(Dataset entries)

########

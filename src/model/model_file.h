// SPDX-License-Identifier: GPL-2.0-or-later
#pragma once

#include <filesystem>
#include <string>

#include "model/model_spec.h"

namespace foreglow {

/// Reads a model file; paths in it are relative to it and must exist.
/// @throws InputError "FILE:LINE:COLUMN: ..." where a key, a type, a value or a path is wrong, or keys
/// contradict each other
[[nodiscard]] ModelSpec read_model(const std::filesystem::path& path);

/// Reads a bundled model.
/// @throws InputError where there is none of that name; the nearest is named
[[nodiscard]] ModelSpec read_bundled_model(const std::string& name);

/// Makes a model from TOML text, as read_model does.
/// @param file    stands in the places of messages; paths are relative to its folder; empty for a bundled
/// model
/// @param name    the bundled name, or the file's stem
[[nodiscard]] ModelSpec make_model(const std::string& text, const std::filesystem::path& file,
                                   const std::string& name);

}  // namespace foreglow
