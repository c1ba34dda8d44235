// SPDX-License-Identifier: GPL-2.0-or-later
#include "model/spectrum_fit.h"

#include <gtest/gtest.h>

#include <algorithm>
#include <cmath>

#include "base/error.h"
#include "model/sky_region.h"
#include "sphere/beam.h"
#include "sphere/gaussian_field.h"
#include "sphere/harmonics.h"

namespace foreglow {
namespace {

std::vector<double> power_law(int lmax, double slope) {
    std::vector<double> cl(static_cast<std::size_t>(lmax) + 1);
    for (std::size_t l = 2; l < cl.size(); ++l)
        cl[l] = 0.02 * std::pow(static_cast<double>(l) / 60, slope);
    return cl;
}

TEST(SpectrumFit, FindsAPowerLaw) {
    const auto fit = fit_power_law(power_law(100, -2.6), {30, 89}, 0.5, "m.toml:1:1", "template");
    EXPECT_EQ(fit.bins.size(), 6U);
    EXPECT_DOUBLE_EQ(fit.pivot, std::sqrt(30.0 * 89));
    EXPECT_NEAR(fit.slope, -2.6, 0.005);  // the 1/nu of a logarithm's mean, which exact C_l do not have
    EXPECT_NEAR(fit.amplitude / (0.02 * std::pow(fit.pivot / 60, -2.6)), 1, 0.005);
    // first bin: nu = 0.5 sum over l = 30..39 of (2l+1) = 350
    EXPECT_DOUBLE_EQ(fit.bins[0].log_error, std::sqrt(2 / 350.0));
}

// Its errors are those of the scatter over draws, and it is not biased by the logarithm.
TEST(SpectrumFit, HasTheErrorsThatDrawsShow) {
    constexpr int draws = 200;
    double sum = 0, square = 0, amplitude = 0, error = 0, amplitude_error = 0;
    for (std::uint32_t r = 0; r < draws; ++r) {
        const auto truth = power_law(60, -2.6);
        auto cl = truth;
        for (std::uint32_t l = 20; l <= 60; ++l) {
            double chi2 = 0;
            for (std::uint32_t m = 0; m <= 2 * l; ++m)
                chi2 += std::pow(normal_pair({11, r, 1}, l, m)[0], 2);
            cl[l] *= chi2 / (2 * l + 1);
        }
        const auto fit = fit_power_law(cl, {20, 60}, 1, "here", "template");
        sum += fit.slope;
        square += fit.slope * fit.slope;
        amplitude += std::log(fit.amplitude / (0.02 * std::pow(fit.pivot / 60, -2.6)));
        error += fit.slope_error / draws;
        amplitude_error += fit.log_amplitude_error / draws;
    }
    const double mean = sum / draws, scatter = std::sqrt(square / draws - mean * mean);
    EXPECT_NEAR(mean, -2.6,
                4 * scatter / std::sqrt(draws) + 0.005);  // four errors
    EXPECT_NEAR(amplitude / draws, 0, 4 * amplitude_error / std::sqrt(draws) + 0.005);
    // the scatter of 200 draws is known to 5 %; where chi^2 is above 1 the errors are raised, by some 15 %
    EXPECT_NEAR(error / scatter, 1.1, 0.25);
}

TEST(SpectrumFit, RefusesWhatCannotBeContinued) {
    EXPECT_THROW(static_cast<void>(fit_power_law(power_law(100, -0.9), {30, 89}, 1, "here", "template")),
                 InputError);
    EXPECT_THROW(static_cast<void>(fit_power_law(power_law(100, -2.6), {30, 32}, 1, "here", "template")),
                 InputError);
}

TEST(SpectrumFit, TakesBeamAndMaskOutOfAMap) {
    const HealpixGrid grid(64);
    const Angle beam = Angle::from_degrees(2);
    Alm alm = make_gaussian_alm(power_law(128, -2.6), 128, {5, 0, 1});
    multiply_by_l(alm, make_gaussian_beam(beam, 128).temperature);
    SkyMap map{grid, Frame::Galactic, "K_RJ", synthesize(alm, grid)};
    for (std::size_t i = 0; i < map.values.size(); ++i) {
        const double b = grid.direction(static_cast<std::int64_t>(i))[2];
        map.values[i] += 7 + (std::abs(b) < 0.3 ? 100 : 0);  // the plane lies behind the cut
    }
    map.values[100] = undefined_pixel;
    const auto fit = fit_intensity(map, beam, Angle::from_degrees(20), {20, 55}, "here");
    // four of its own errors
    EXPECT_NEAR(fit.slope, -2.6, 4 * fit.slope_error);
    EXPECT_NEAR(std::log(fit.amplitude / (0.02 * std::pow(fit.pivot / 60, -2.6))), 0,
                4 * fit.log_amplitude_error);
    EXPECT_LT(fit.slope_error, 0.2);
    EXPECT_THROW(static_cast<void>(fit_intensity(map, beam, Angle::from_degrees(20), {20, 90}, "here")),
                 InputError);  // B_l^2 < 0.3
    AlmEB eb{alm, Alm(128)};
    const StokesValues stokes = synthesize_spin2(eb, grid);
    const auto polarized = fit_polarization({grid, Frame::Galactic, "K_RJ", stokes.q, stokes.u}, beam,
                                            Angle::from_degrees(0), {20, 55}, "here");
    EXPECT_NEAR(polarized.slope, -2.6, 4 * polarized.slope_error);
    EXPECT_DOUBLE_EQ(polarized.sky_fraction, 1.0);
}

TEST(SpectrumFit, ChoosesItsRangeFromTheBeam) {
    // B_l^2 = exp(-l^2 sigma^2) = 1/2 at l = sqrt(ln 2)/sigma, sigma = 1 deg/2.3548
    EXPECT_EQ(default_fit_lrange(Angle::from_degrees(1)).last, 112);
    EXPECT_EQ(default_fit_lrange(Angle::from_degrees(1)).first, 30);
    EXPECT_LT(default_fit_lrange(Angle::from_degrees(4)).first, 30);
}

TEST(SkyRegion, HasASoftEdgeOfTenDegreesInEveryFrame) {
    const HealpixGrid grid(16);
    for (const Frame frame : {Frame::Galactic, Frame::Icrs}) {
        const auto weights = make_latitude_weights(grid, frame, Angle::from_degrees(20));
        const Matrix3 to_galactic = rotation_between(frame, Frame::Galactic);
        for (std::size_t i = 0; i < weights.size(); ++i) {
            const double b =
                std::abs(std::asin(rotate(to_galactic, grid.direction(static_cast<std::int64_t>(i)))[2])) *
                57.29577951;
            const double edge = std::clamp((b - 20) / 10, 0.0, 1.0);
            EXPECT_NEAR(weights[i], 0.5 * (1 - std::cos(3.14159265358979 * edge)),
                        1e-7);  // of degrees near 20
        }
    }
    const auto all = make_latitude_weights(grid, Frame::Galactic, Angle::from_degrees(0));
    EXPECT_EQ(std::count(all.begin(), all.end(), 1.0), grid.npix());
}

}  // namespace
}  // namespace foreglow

########

◆ What to work on
Set down exactly the lines that begin the records and continue through the line bearing "and must exist."; include both ends.

◆ Exercise solution
filename src/model/model_file.h
// SPDX-License-Identifier: GPL-2.0-or-later
#pragma once

#include <filesystem>
#include <string>

#include "model/model_spec.h"

namespace foreglow {

/// Reads a model file; paths in it are relative to it and must exist.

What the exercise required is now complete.